As for button placement the holding technique that i posted above covers that also.
It's not cramped at holding it like this.

That being said, i get that some prefer original regardless, i'm only saying that SP being comfortable is just a myth. It's more about how you adapt and hold it and not it's form factor.


----------



## TheSpearGuy (Jun 10, 2020)

MetoMeto said:


> It's more about how you adapt and hold it and not it's form factor.


That's what she said


----------



## MetoMeto (Jun 10, 2020)

TheSpearGuy said:


> That's what she said


That's what i said 
Jokes aside...beside adapting, SP is in no way difficult to hold as people say, you just need to hold it right.


----------



## BLsquared (Jun 10, 2020)

Surprised that the DS and DSlite weren't options, lol. Aside from the lack of multiplayer and further backwards compatibility, I thought the DS lite was the best way to play GBA games.


----------



## JuanBaNaNa (Jun 10, 2020)

BLsquared said:


> Surprised that the DS and DSlite weren't options, lol. Aside from the lack of multiplayer and further backwards compatibility, I thought the DS lite was the best way to play GBA games.
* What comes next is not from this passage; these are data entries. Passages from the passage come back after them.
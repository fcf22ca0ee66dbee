//! Group E: own factors in place of published ones, as far as their unit tells what they stand for.

use super::parameters::models;
use super::settings::Settings;
use super::{Subject, finding};
use crate::core::documents::Pathway;
use crate::core::documents::assessment::{Finding, Severity};
use crate::core::documents::input::{FactorRef, InlineFactor, Input, OneOrMany};
use crate::core::documents::pathway::Stage;
use crate::core::documents::{problem::Problems, read_input, reader::Place};
use crate::core::domain::factor::Use;
use crate::core::domain::{Book, Counts, Factor, GwpSet};
use crate::core::units::rounding::significant;
use crate::core::units::{Dimension, parse_unit};
use serde_json::Value;

/// Words that say power comes from the public grid.
const GRID: [&str; 5] = ["grid", "mains", "public supply", "utility power", "network power"];
/// Words that say a factor is the average of a region.
const AVERAGE: [&str; 5] = ["average", "mix", "national", "regional", "country"];

/// Runs the checks.
pub fn run(subject: &Subject, findings: &mut Vec<Finding>) {
    // A rule set that names no standard factors asks for no reason.
    let edition = subject
        .resolved
        .rules
        .standard_factors
        .as_deref()
        .unwrap_or_default();
    for stage in subject.resolved.stages.iter().map(|stage| stage.document) {
        for input in &stage.inputs {
            for own in own_factors(stage, input) {
                let grid = from_grid(stage, &own);
                let is_grid = grid.is_some();
                findings.extend(grid);
                let standard = rows(subject.book, edition, &own);
                if !is_grid {
                    findings.extend(explained(stage, &own, edition, &standard));
                }
                findings.extend(within_range(
                    stage,
                    &own,
                    &standard,
                    subject.resolved.gwp,
                    subject.settings,
                ));
            }
        }
    }
}

/// An own factor and where it stands.
pub struct OwnFactor<'d> {
    /// Field of findings.
    pub field: String,
    /// The input, for people.
    pub label: &'d str,
    /// The factor.
    pub factor: InlineFactor,
    /// What the unit counts.
    pub dimension: Dimension,
    /// Base units in one unit of the factor.
    pub size: f64,
    /// True if the input or the factor has a note.
    pub noted: bool,
    /// What input and factor say of themselves, in small letters.
    pub words: String,
}

/// Own factors of an input: of its amount and in the parameters of its models.
fn own_factors<'d>(stage: &Stage, input: &'d Input) -> Vec<OwnFactor<'d>> {
    let label = input.label.as_deref().unwrap_or(&input.key);
    let field = format!("inputs.{}", input.key);
    let mut found = Vec::new();
    let mut see = |field: &str, factor: InlineFactor, unit: Option<&str>, noted: bool| {
        let Ok(per) = parse_unit(&factor.per) else { return };
        // A bare kWh counts what the amount counts.
        let amount = unit
            .and_then(|unit| parse_unit(unit).ok())
            .map(|unit| unit.dimension);
        let dimension = match (per.dimension, amount) {
            (Dimension::ENERGY, Some(tagged)) if Dimension::ENERGIES.contains(&tagged) => tagged,
            (own, _) => own,
        };
        let said = [
            label,
            &input.key,
            input.note.as_deref().unwrap_or_default(),
            stage.title(),
            &factor.citation,
        ];
        found.push(OwnFactor {
            field: field.to_owned(),
            label,
            dimension,
            size: per.factor,
            noted: noted || input.note.is_some() || factor.note.is_some(),
            words: said.join(" ").to_lowercase(),
            factor,
        });
    };
    for row in input.factor.as_ref().map(OneOrMany::list).unwrap_or_default() {
        if let FactorRef::Inline(factor) = row {
            see(&field, factor.clone(), input.unit.as_deref(), false);
        }
    }
    for model in models(input) {
        for (name, value) in &model.parameters {
            let mut inside = Vec::new();
            factors_in(value, &mut inside);
            for factor in inside {
                see(&format!("{field}.{name}"), factor, None, model.note.is_some());
            }
        }
    }
    found
}

/// Own factors inside a parameter, wherever it holds them.
fn factors_in(value: &Value, found: &mut Vec<InlineFactor>) {
    match value {
        Value::Object(object) if object.contains_key("per") && object.contains_key("gases") => {
            if let Some(FactorRef::Inline(factor)) =
                read_input::factor_ref(value, &Place::ROOT, &mut Problems::default())
            {
                found.push(factor);
            }
        }
        Value::Object(object) => object.values().for_each(|value| factors_in(value, found)),
        Value::Array(items) => items.iter().for_each(|value| factors_in(value, found)),
        _ => {}
    }
}

/// Every row of an edition that an own factor of the pathway is held against: a statement carries them.
pub fn compared_rows<'b>(pathway: &Pathway, book: &'b Book, edition: &str) -> Vec<&'b Factor> {
    let inputs = pathway
        .stages
        .iter()
        .flat_map(|stage| stage.inputs.iter().map(move |input| (stage, input)));
    let own = inputs.flat_map(|(stage, input)| own_factors(stage, input));
    own.flat_map(|own| rows(book, edition, &own)).collect()
}

/// Rows of the standard edition that count the same thing. A mass, a volume or an area may be of anything.
fn rows<'b>(book: &'b Book, edition: &str, own: &OwnFactor) -> Vec<&'b Factor> {
    let counts = match own.dimension {
        Dimension::ENERGY | Dimension::ENERGY_NET | Dimension::ENERGY_GROSS => Counts::Fuel,
        Dimension::POWER => Counts::Power,
        Dimension::HEAT => Counts::Heat,
        Dimension::MASS | Dimension::VOLUME | Dimension::AREA | Dimension::TRANSPORT => return Vec::new(),
        _ => Counts::Other,
    };
    let Some(edition) = book.editions.get(edition) else {
        return Vec::new();
    };
    let like = |row: &&Factor| {
        row.counts == counts
            && row.usage == Use::Amount
            && (counts != Counts::Other || row.unit.dimension == own.dimension)
    };
    let rows: Vec<&Factor> = edition.factors.values().filter(like).collect();
    // Fertiliser and what its acid does in the soil share a unit: the group with most rows is what the unit is for.
    let size = |group: &str| rows.iter().filter(|row| row.group == group).count();
    match rows
        .iter()
        .max_by_key(|row| size(&row.group))
        .map(|row| row.group.clone())
    {
        Some(group) if counts == Counts::Other => rows.into_iter().filter(|row| row.group == group).collect(),
        _ => rows,
    }
}

/// E-07: an own factor where the standard edition has rows for the same counted thing is explained in a note. What fuel
/// an own factor per MJ stands for nobody can tell, so fuels are left out.
pub fn explained(stage: &Stage, own: &OwnFactor, edition: &str, standard: &[&Factor]) -> Option<Finding> {
    let fuel_or_heat = [
        Dimension::ENERGY,
        Dimension::ENERGY_NET,
        Dimension::ENERGY_GROSS,
        Dimension::HEAT,
    ];
    let first = standard.first()?;
    if own.noted || fuel_or_heat.contains(&own.dimension) {
        return None;
    }
    let message = format!(
        "{} uses an own factor ({}) where the standard is {edition}, which has {} per {}.",
        own.label,
        own.factor.citation,
        match standard.len() {
            1 => first.row().to_owned(),
            more => format!("{more} rows"),
        },
        own.factor.per
    );
    let remedy = "Keep it and write down source and reason in the note, or use the standard.";
    Some(finding(
        "E-07",
        Severity::Warn,
        &stage.key,
        &own.field,
        message,
        remedy,
    ))
}

/// E-08: an own factor is within the span of the published rows for the same thing.
pub fn within_range(
    stage: &Stage,
    own: &OwnFactor,
    standard: &[&Factor],
    gwp: &GwpSet,
    settings: &Settings,
) -> Option<Finding> {
    let per_base = |row: &&Factor| row.gases.vector().co2e(gwp) / row.unit.factor;
    let low = standard.iter().map(per_base).reduce(f64::min)? / settings.own_factor_times;
    let high = standard.iter().map(per_base).reduce(f64::max)? * settings.own_factor_times;
    // Wind, biogenic fuel and waste heat count as nothing: only an energy factor may be that low.
    let low = if Dimension::ENERGIES.contains(&own.dimension) {
        f64::NEG_INFINITY
    } else {
        low
    };
    let value = own.factor.gases.co2e(gwp) / own.size;
    if (low..=high).contains(&value) {
        return None;
    }
    let shown = |per_base: f64| significant(per_base * own.size, 3, 9);
    let message = format!(
        "The factor of {} is {} kg CO2e per {}, outside {} to {}, the published span with room for {} times.",
        own.label,
        shown(value),
        own.factor.per,
        shown(low.max(0.0)),
        shown(high),
        settings.own_factor_times
    );
    let remedy = "Check its unit, or give the reason.";
    Some(finding(
        "E-08",
        Severity::Warn,
        &stage.key,
        &own.field,
        message,
        remedy,
    ))
}

/// E-09: power that calls itself the grid's has an own factor that does not call itself a region's average. Only words
/// tell, so it warns.
pub fn from_grid(stage: &Stage, own: &OwnFactor) -> Option<Finding> {
    let says = |list: &[&str]| list.iter().any(|word| own.words.contains(word));
    let power = own.dimension == Dimension::POWER || own.factor.per.to_lowercase().contains("wh");
    if !power || !says(&GRID) || says(&AVERAGE) {
        return None;
    }
    let message = format!(
        "{} is power from the grid but has a value of its own ({}).",
        own.label, own.factor.citation
    );
    let remedy = "Use the average of the country or region, or say in the citation that it is one.";
    Some(finding(
        "E-09",
        Severity::Warn,
        &stage.key,
        &own.field,
        message,
        remedy,
    ))
}

#[cfg(test)]
mod tests {
    use super::super::tests::stage;
    use super::*;
    use serde_json::json;

    fn own(label: &str, citation: &str, per: &str) -> Vec<Finding> {
        let mut stage = stage();
        let input = json!({ "key": "power", "label": label, "amount": 1, "unit": "MWh",
                            "factor": { "gases": { "co2_fossil": 0.3 }, "per": per, "citation": citation } });
        let input = read_input::input(&input, &Place::ROOT, &mut Problems::default()).unwrap();
        stage.inputs = vec![input];
        let found = own_factors(&stage, &stage.inputs[0]);
        found.iter().filter_map(|own| from_grid(&stage, own)).collect()
    }

    #[test]
    fn power_from_the_grid_names_its_region() {
        assert_eq!(
            own("Power from the grid", "letter of the wind park", "kWh power")[0].id,
            "E-09"
        );
        assert_eq!(
            own("Power from the grid", "letter of the wind park", "kWh").len(),
            1
        );
        assert!(own("Power from the grid", "average of the country 2026", "kWh power").is_empty());
        assert!(own("Power of the own turbine", "own meter", "kWh power").is_empty());
        assert!(own("Screens of the grid chamber", "letter", "kg").is_empty());
    }

    #[test]
    fn own_factors_are_found_wherever_a_model_holds_them() {
        let fuel = json!({ "gases": { "co2_fossil": 0.06 }, "per": "MJ", "citation": "own" });
        let mut found = Vec::new();
        factors_in(
            &json!([{ "factor": fuel, "share_percent": 40 }, { "factor": "eu/x", "stack": fuel }]),
            &mut found,
        );
        assert_eq!(found.len(), 2);
    }
}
_That's what I've been trying to say!_


----------



## HarveyHouston (Jun 11, 2020)

My personal ranking, in order: Game Boy Advance SP, Game Boy Advance, Game Boy Micro.

Game Boy Advance SP is convenient because it folds down to a smaller form factor, plus it has that backlit screen, so no modding necessary. I have the "Now with Brighter Screen!" model, and it's absolutely fantastic. Drawbacks include the lack of headphone jack and somewhat awkward for long or large fingers, but these things are overlooked for the many benefits of the system.

However, the original Game Boy Advance is actually pretty good, too. It's major drawback is the lack of backlighting, but it's easier to hold. Plus, it makes a great controller for the GameCube's Game Boy Player! The fact that you can easily replace the batteries means that you won't have to worry about an internal battery (that's made only for that system) dying and being hard to replace.

I chose not to get a Game Boy Micro. While the initial concept is neat, there are many drawbacks to it. It only supports Game Boy Advance Game Paks, there are numerous accessories which do not work with it, and it _is_ very small, meaning it would be uncomfortable for large hands and the screen would be a bit hard to see for some people. It's more of a novelty than a good gaming system; I guess you can get one just to say "I have the last official Game Boy model ever made".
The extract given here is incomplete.